There is a further reason for this continual observation, not only in the case of the sun, which is our great standard star, since from it we derive the right ascensions of the stars, and it is also our great timekeeper; not only in that of the moon, but also in the case of the planets. Their places as computed need continually to be compared with their places as observed, and the discordances, if any, inquired into. The great triumph which resulted to science from following this course—to pure science, since Uranus is too faint a planet to be any help to the sailor in navigation—is well known. The observed movements of Uranus proved not to be in accord with computation, and from the discordances between calculation and observation Adams and Leverrier were able to predicate the existence of a hitherto unseen planet beyond—

'To see it, as Columbus saw America from Spain. Its movements were felt by them trembling along the far-reaching line of their analysis, with a certainty hardly inferior to that of ocular demonstration.'[5]

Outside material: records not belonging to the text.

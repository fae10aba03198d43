"""Tests of the training objectives against published definitions and scikit-learn refits."""

import numpy as np
import pytest
import jax
import jax.numpy as jnp
from jax.test_util import check_grads
from hypothesis import given, settings, strategies as st
from sklearn.kernel_ridge import KernelRidge

from hilbertune import objectives as ob
from hilbertune.errors import InvalidInputError
from hilbertune.training import quick_compile_options


def _compiled(function, **static):
    # one quick compilation instead of op-by-op dispatch (each new op shape compiles once)
    return jax.jit(function, compiler_options=quick_compile_options(), **static)


def _rbf_gram(n, seed, dim=3):
    rng = np.random.default_rng(seed)
    X = rng.normal(size=(n, dim))
    return np.exp(-0.5 * ((X[:, None, :] - X[None, :, :]) ** 2).sum(-1))


def _labels(n, n_classes, seed):
    rng = np.random.default_rng(seed)
    y = np.arange(n) % n_classes  # every class present
    return rng.permutation(y)


# ----------------------------------------------------------------------------- definitions

def test_target_matrix_two_classes_is_outer_product():
    # Cristianini et al., NIPS 2001: Y = y y^T with y in {-1, +1}
    y = np.array([0, 1, 1, 0, 1])
    signs = 2.0 * y - 1.0
    np.testing.assert_array_equal(np.asarray(ob.target_matrix(jnp.asarray(y), 2)),
                                  np.outer(signs, signs))


def test_target_matrix_multiclass_entries():
    # common practice: 1 for the same class, -1/(C-1) otherwise
    y = jnp.asarray([0, 1, 2, 2])
    Y = np.asarray(ob.target_matrix(y, 3))
    assert Y[2, 3] == 1.0 and Y[0, 0] == 1.0
    np.testing.assert_allclose(Y[0, 1], -0.5)
    np.testing.assert_allclose(Y[1, 2], -0.5)


@pytest.mark.parametrize("n_classes", [2, 3, 4])
def test_alignment_of_target_with_itself_is_one(n_classes):
    # Cristianini et al. 2001: A(K, Y) = <K,Y>_F / (||K||_F ||Y||_F) = 1 for K = Y (Cauchy-Schwarz
    # equality)
    Y = ob.target_matrix(jnp.asarray(_labels(12, n_classes, 0)), n_classes)
    np.testing.assert_allclose(float(ob.kernel_alignment(Y, Y)), 1.0, rtol=1e-6)
    np.testing.assert_allclose(float(ob.centered_alignment(Y, Y)), 1.0, rtol=1e-6)


def test_alignment_matches_frobenius_formula_with_numpy():
    # Cristianini et al. 2001, definition; computed independently with numpy.linalg.norm
    K = _rbf_gram(10, 1)
    Y = np.asarray(ob.target_matrix(jnp.asarray(_labels(10, 2, 1)), 2))
    expected = np.sum(K * Y) / (np.linalg.norm(K, "fro") * np.linalg.norm(Y, "fro"))
    np.testing.assert_allclose(float(ob.kernel_alignment(jnp.asarray(K), jnp.asarray(Y))),
                               expected, rtol=1e-5)


def test_centering_matches_explicit_projection():
    # Cortes, Mohri, Rostamizadeh, JMLR 2012: K_c = H K H with H = I - 1 1^T / N
    K = _rbf_gram(9, 2)
    H = np.eye(9) - np.ones((9, 9)) / 9
    np.testing.assert_allclose(np.asarray(ob.center_gram(jnp.asarray(K))), H @ K @ H,
                               atol=1e-6)


def test_centering_annihilates_constant_matrix():
    # Cortes et al. 2012: H 1 = 0, hence H 1 1^T H = 0
    ones = jnp.ones((7, 7))
    np.testing.assert_allclose(np.asarray(ob.center_gram(ones)), np.zeros((7, 7)), atol=1e-6)


@settings(max_examples=15, deadline=None)
@given(shift=st.floats(-5.0, 5.0), seed=st.integers(0, 1000))
def test_centered_alignment_invariant_to_constant_shift(shift, seed):
    # Cortes et al. 2012: centering removes any constant added to the kernel
    K = jnp.asarray(_rbf_gram(8, seed))
    Y = ob.target_matrix(jnp.asarray(_labels(8, 2, seed)), 2)
    np.testing.assert_allclose(float(ob.centered_alignment(K + shift, Y)),
                               float(ob.centered_alignment(K, Y)), atol=2e-5)


def test_constant_kernel_has_zero_centered_alignment_not_nan():
    Y = ob.target_matrix(jnp.asarray(_labels(6, 2, 3)), 2)
    value = float(ob.centered_alignment(jnp.ones((6, 6)), Y))
    assert value == 0.0


# ----------------------------------------------------------------------------- ridge CV

def _sklearn_holdout_residuals(K, targets, lam, fold_of):
    # scikit-learn reference: KernelRidge(kernel="precomputed", alpha=lam) refit without each
    # held-out block (no intercept, as our closed form)
    residuals = np.zeros_like(targets)
    for fold in np.unique(fold_of):
        out = fold_of == fold
        model = KernelRidge(alpha=lam, kernel="precomputed").fit(K[np.ix_(~out, ~out)],
                                                                  targets[~out])
        residuals[out] = targets[out] - model.predict(K[np.ix_(out, ~out)]).reshape(
            targets[out].shape)
    return residuals


@pytest.mark.parametrize("n_classes", [2, 3])
def test_loo_residuals_equal_sklearn_refits(n_classes):
    with jax.enable_x64(True):
        K = _rbf_gram(14, 4)
        y = _labels(14, n_classes, 4)
        targets = np.asarray(ob.ridge_targets(jnp.asarray(y), n_classes))
        ours = np.asarray(_compiled(ob.ridge_loo_residuals)(jnp.asarray(K),
                                                           jnp.asarray(targets), 0.3))
        reference = _sklearn_holdout_residuals(K, targets, 0.3, np.arange(14))
        np.testing.assert_allclose(ours, reference, atol=1e-10)
        np.testing.assert_allclose(
            float(_compiled(ob.ridge_loo_loss)(jnp.asarray(K), jnp.asarray(targets), 0.3)),
            np.mean(reference**2), rtol=1e-10)


@pytest.mark.parametrize("folds", [3, 5])
def test_kfold_residuals_equal_sklearn_refits(folds):
    with jax.enable_x64(True):
        K = _rbf_gram(17, 5)
        targets = np.asarray(ob.ridge_targets(jnp.asarray(_labels(17, 2, 5)), 2))
        residuals = _compiled(ob.ridge_kfold_residuals, static_argnums=3)
        ours = np.asarray(residuals(jnp.asarray(K), jnp.asarray(targets), 0.2, folds))
        reference = _sklearn_holdout_residuals(K, targets, 0.2, np.arange(17) % folds)
        np.testing.assert_allclose(ours, reference, atol=1e-10)


def test_kfold_with_one_sample_per_fold_is_leave_one_out():
    with jax.enable_x64(True):
        K = jnp.asarray(_rbf_gram(9, 6))
        t = jnp.asarray(2.0 * _labels(9, 2, 6) - 1.0)
        kfold = _compiled(ob.ridge_kfold_residuals, static_argnums=3)(K, t, 0.5, 9)
        loo = _compiled(ob.ridge_loo_residuals)(K, t, 0.5)
        np.testing.assert_allclose(np.asarray(kfold), np.asarray(loo), atol=1e-12)


def test_ridge_targets_coding():
    np.testing.assert_array_equal(np.asarray(ob.ridge_targets(jnp.asarray([0, 1, 1]), 2)),
                                  [[-1.0], [1.0], [1.0]])
    np.testing.assert_array_equal(np.asarray(ob.ridge_targets(jnp.asarray([2, 0]), 3)),
                                  [[-1.0, -1.0, 1.0], [1.0, -1.0, -1.0]])


# ----------------------------------------------------------------------------- masks

@pytest.mark.parametrize("name", sorted(ob.OBJECTIVES))
def test_masked_objective_equals_objective_on_subset(name):
    # padding rows (mask 0) must not change any objective
    with jax.enable_x64(True):
        K = jnp.asarray(_rbf_gram(16, 7))
        y = jnp.asarray(_labels(16, 3, 7))
        mask = jnp.arange(16) < 11
        loss = _compiled(lambda K, y, mask: ob.objective_loss(name, K, y, 3, folds=4, mask=mask))
        subset = loss(K[:11, :11], y[:11], None)
        masked = loss(K, y, mask)
        np.testing.assert_allclose(float(masked), float(subset), rtol=1e-10)


# ----------------------------------------------------------------------------- gradients

@pytest.mark.parametrize("name", sorted(ob.OBJECTIVES))
def test_objective_gradients_match_finite_differences(name):
    # reverse-mode gradient vs central finite differences (f(A + eV) - f(A - eV)) / 2e along
    # random directions V (the test of jax.test_util.check_grads, written out so that both
    # sides run as one quick compilation each); float64 for tight tolerances.
    # K = A A^T / d keeps K symmetric PSD.
    with jax.enable_x64(True):
        rng = np.random.default_rng(8)
        A = jnp.asarray(rng.normal(size=(10, 4)))
        y = jnp.asarray(_labels(10, 3, 8))

        def loss(A):
            return ob.objective_loss(name, A @ A.T / 4.0, y, 3, ridge_lambda=0.3, folds=3)

        value, gradient = _compiled(jax.value_and_grad(loss))(A)
        evaluate = _compiled(loss)
        eps = 1e-5
        for _ in range(3):
            V = jnp.asarray(rng.normal(size=A.shape))
            numeric = (evaluate(A + eps * V) - evaluate(A - eps * V)) / (2 * eps)
            np.testing.assert_allclose(float(jnp.sum(gradient * V)), float(numeric),
                                       rtol=1e-6, atol=1e-9)
        assert np.isfinite(float(value))


def test_check_grads_on_centered_alignment_in_float64():
    # jax.test_util.check_grads itself (forward and reverse mode against finite differences)
    with jax.enable_x64(True):
        rng = np.random.default_rng(12)
        A = jnp.asarray(rng.normal(size=(7, 3)))
        Y = ob.target_matrix(jnp.asarray(_labels(7, 2, 12)), 2)
        check_grads(jax.jit(lambda A: ob.centered_alignment(A @ A.T, Y)), (A,), order=1,
                    modes=("fwd", "rev"), atol=1e-6, rtol=1e-6)


# ----------------------------------------------------------------------------- registry

def test_registry_negates_alignments_and_keeps_ridge_losses():
    K = jnp.asarray(_rbf_gram(8, 10))
    y = jnp.asarray(_labels(8, 2, 10))
    Y = ob.target_matrix(y, 2)
    assert set(ob.OBJECTIVES) == {"alignment", "centered_alignment", "ridge_loo", "ridge_kfold"}
    np.testing.assert_allclose(float(ob.objective_loss("alignment", K, y, 2)),
                               -float(ob.kernel_alignment(K, Y)), rtol=1e-6)
    np.testing.assert_allclose(float(ob.objective_loss("centered_alignment", K, y, 2)),
                               -float(ob.centered_alignment(K, Y)), rtol=1e-6)
    loo = ob.objective_loss("ridge_loo", K, y, 2, ridge_lambda=0.2)
    np.testing.assert_allclose(float(loo), float(ob.ridge_loo_loss(K, ob.ridge_targets(y, 2),
                                                                   0.2)), rtol=1e-6)
    assert ob.HIGHER_IS_BETTER == {"alignment", "centered_alignment"}


def test_ideal_kernel_has_lower_loss_than_noise_kernel():
    # sanity of the orientation: the label kernel itself scores best on every objective
    y = jnp.asarray(_labels(12, 2, 11))
    ideal = 0.5 * (ob.target_matrix(y, 2) + 1.0) + 1e-3 * jnp.eye(12)
    noise = jnp.asarray(_rbf_gram(12, 11, dim=20))
    for name in ob.OBJECTIVES:
        loss = _compiled(lambda K: ob.objective_loss(name, K, y, 2, folds=3))
        assert float(loss(ideal)) < float(loss(noise)), name


def test_unknown_objective_names_the_closest():
    with pytest.raises(InvalidInputError, match="did you mean 'ridge_loo'"):
        ob.resolve_objective("ridge_lo")


def test_weight_penalty_is_squared_distance_from_reference():
    params = {"weights": jnp.asarray([1.0, 2.0]), "log_bandwidth": jnp.asarray(0.5)}
    reference = {"weights": jnp.asarray([1.0, 1.0]), "log_bandwidth": jnp.asarray(0.0),
                 "biases": jnp.zeros(2)}
    np.testing.assert_allclose(float(ob.weight_penalty(params, reference, 0.1)),
                               0.1 * (1.0 + 0.25), rtol=1e-6)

The discovery of Neptune was not made at Greenwich, and Airy has been often and bitterly attacked because he did not start on the search for the predicted planet the moment Adams addressed his first communication to him, and so allowed the French astronomer to engross so much of the honour of the exploit. The controversy has been argued over and over again, and we may be content to leave it alone here. There is one point, however, which is hardly ever mentioned, which must have had much effect in determining Airy's conduct. In 1845, the year in which Adams sent his provisional elements of the unseen disturbing planet to Airy, the largest telescope available for the search at Greenwich was an equatorial of only six and three-quarter inches aperture, provided with small and insufficient circles for determining positions, and housed in a very small and inconvenient dome; whilst at Cambridge, within a mile or so of Adams' own college, was the 'Northumberland' equatorial, of nearly twelve inches aperture, under the charge of the University Professor of Astronomy, Professor Challis, and which was then much the largest, best mounted and housed equatorial in the entire country. The 'Northumberland' had been begun from Airy's designs and under his own superintendence, when he was Professor of Astronomy at Cambridge. Naturally, then, knowing how much superior the Cambridge telescope was to any which he had under his care, he thought the search should be made with it. He had no reason to believe that his own instrument was competent for the work.